* _The problem_: The listing that follows should be reproduced exactly, line for line.

BEGIN

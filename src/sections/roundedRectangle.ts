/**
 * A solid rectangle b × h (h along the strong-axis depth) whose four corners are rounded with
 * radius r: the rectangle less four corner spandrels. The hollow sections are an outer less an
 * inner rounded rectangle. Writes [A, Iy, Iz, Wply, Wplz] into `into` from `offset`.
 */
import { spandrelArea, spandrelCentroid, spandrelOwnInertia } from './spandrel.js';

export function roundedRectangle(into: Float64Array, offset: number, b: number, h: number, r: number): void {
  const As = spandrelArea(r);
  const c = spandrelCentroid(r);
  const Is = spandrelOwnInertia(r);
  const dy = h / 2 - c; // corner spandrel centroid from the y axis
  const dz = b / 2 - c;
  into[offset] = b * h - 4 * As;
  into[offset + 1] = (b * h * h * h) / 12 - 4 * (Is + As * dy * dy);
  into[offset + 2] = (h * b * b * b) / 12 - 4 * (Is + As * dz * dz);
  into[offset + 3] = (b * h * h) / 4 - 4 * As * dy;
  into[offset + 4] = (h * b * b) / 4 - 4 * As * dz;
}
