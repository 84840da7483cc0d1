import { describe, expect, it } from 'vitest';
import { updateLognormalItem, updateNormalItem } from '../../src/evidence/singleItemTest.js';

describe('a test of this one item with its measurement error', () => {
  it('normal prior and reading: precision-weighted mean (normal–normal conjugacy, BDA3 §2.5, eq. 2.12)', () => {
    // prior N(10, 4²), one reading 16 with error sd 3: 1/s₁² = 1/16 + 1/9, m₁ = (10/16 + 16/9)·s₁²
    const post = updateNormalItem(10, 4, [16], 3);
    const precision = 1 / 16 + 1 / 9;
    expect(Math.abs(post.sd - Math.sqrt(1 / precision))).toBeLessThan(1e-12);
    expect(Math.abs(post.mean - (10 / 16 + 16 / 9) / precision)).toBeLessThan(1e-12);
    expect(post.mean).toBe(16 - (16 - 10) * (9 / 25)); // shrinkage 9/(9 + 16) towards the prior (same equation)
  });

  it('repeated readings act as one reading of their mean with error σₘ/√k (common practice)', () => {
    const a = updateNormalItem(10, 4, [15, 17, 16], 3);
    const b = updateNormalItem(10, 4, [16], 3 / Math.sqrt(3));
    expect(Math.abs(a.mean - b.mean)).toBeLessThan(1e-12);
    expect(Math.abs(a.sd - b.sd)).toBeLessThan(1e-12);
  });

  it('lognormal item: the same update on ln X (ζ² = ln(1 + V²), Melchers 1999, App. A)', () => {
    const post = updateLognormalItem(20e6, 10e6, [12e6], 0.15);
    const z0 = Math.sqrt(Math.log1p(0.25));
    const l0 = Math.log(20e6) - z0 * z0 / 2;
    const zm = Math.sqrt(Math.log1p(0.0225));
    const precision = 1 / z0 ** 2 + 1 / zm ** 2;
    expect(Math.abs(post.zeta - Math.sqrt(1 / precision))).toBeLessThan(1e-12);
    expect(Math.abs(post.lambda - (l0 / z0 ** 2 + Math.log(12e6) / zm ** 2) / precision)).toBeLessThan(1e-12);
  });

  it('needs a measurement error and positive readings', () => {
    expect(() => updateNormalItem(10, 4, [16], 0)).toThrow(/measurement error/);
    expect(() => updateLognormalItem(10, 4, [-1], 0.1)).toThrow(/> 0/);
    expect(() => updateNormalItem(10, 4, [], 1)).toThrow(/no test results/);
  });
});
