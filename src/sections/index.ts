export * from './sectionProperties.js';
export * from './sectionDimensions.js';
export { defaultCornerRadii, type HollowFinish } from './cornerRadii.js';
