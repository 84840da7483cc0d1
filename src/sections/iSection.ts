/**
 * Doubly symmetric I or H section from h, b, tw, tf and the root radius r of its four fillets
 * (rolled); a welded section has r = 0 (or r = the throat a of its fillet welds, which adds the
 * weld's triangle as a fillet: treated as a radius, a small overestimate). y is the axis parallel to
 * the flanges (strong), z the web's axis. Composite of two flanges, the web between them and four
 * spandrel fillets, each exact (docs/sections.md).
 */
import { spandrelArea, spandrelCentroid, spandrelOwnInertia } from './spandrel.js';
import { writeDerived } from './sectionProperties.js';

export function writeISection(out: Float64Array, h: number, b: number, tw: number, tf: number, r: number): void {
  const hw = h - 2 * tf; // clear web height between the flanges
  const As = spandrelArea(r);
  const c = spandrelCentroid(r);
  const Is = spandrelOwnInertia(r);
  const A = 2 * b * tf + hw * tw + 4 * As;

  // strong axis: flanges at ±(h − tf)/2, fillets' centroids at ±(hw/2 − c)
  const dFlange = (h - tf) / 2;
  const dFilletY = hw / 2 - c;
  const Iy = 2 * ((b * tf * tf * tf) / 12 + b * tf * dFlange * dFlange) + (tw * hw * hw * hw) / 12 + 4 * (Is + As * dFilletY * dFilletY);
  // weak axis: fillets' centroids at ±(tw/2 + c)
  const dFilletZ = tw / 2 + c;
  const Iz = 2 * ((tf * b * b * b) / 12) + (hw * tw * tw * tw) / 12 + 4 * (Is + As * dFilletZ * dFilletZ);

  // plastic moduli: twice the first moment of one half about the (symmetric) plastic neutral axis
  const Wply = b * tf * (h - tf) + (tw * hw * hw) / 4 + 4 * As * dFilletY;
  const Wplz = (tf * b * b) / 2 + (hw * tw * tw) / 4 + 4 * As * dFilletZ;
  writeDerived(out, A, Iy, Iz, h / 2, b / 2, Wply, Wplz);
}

END

* _Response_:
filename src/sections/roundedRectangle.ts
/**
 * A solid rectangle b × h (h along the strong-axis depth) whose four corners are rounded with
 * radius r: the rectangle less four corner spandrels. The hollow sections are an outer less an
 * inner rounded rectangle. Writes [A, Iy, Iz, Wply, Wplz] into `into` from `offset`.
 */
import { spandrelArea, spandrelCentroid, spandrelOwnInertia } from './spandrel.js';

export function roundedRectangle(into: Float64Array, offset: number, b: number, h: number, r: number): void {
  const As = spandrelArea(r);
  const c = spandrelCentroid(r);
  const Is = spandrelOwnInertia(r);
  const dy = h / 2 - c; // corner spandrel centroid from the y axis
  const dz = b / 2 - c;
  into[offset] = b * h - 4 * As;
  into[offset + 1] = (b * h * h * h) / 12 - 4 * (Is + As * dy * dy);
  into[offset + 2] = (h * b * b * b) / 12 - 4 * (Is + As * dz * dz);
  into[offset + 3] = (b * h * h) / 4 - 4 * As * dy;
  into[offset + 4] = (h * b * b) / 4 - 4 * As * dz;
}
repository 84840da7483cc0d1
import { describe, expect, it } from 'vitest';
import { updateLognormalItem, updateNormalItem } from '../../src/evidence/singleItemTest.js';

describe('a test of this one item with its measurement error', () => {
  it('normal prior and reading: precision-weighted mean (normal–normal conjugacy, BDA3 §2.5, eq. 2.12)', () => {
    // prior N(10, 4²), one reading 16 with error sd 3: 1/s₁² = 1/16 + 1/9, m₁ = (10/16 + 16/9)·s₁²
    const post = updateNormalItem(10, 4, [16], 3);
    const precision = 1 / 16 + 1 / 9;
    expect(Math.abs(post.sd - Math.sqrt(1 / precision))).toBeLessThan(1e-12);
    expect(Math.abs(post.mean - (10 / 16 + 16 / 9) / precision)).toBeLessThan(1e-12);
    expect(post.mean).toBe(16 - (16 - 10) * (9 / 25)); // shrinkage 9/(9 + 16) towards the prior (same equation)
  });

  it('repeated readings act as one reading of their mean with error σₘ/√k (common practice)', () => {
    const a = updateNormalItem(10, 4, [15, 17, 16], 3);
    const b = updateNormalItem(10, 4, [16], 3 / Math.sqrt(3));
    expect(Math.abs(a.mean - b.mean)).toBeLessThan(1e-12);
    expect(Math.abs(a.sd - b.sd)).toBeLessThan(1e-12);
  });

  it('lognormal item: the same update on ln X (ζ² = ln(1 + V²), Melchers 1999, App. A)', () => {
    const post = updateLognormalItem(20e6, 10e6, [12e6], 0.15);
    const z0 = Math.sqrt(Math.log1p(0.25));
    const l0 = Math.log(20e6) - z0 * z0 / 2;
    const zm = Math.sqrt(Math.log1p(0.0225));
    const precision = 1 / z0 ** 2 + 1 / zm ** 2;
    expect(Math.abs(post.zeta - Math.sqrt(1 / precision))).toBeLessThan(1e-12);
    expect(Math.abs(post.lambda - (l0 / z0 ** 2 + Math.log(12e6) / zm ** 2) / precision)).toBeLessThan(1e-12);
  });

  it('needs a measurement error and positive readings', () => {
    expect(() => updateNormalItem(10, 4, [16], 0)).toThrow(/measurement error/);
    expect(() => updateLognormalItem(10, 4, [-1], 0.1)).toThrow(/> 0/);
    expect(() => updateNormalItem(10, 4, [], 1)).toThrow(/no test results/);
  });
});
filename src/sections/index.ts
export * from './sectionProperties.js';
export * from './sectionDimensions.js';
export { defaultCornerRadii, type HollowFinish } from './cornerRadii.js';
repository 84840da7483cc0d1
filename src/sections/iSection.ts
/**
 * Doubly symmetric I or H section from h, b, tw, tf and the root radius r of its four fillets
 * (rolled); a welded section has r = 0 (or r = the throat a of its fillet welds, which adds the
 * weld's triangle as a fillet: treated as a radius, a small overestimate). y is the axis parallel to
 * the flanges (strong), z the web's axis. Composite of two flanges, the web between them and four
 * spandrel fillets, each exact (docs/sections.md).
 */
import { spandrelArea, spandrelCentroid, spandrelOwnInertia } from './spandrel.js';
import { writeDerived } from './sectionProperties.js';

export function writeISection(out: Float64Array, h: number, b: number, tw: number, tf: number, r: number): void {
  const hw = h - 2 * tf; // clear web height between the flanges
  const As = spandrelArea(r);
  const c = spandrelCentroid(r);
  const Is = spandrelOwnInertia(r);
  const A = 2 * b * tf + hw * tw + 4 * As;

  // strong axis: flanges at ±(h − tf)/2, fillets' centroids at ±(hw/2 − c)
  const dFlange = (h - tf) / 2;
  const dFilletY = hw / 2 - c;
  const Iy = 2 * ((b * tf * tf * tf) / 12 + b * tf * dFlange * dFlange) + (tw * hw * hw * hw) / 12 + 4 * (Is + As * dFilletY * dFilletY);
  // weak axis: fillets' centroids at ±(tw/2 + c)
  const dFilletZ = tw / 2 + c;
  const Iz = 2 * ((tf * b * b * b) / 12) + (hw * tw * tw * tw) / 12 + 4 * (Is + As * dFilletZ * dFilletZ);

  // plastic moduli: twice the first moment of one half about the (symmetric) plastic neutral axis
  const Wply = b * tf * (h - tf) + (tw * hw * hw) / 4 + 4 * As * dFilletY;
  const Wplz = (tf * b * b) / 2 + (hw * tw * tw) / 4 + 4 * As * dFilletZ;
  writeDerived(out, A, Iy, Iz, h / 2, b / 2, Wply, Wplz);
}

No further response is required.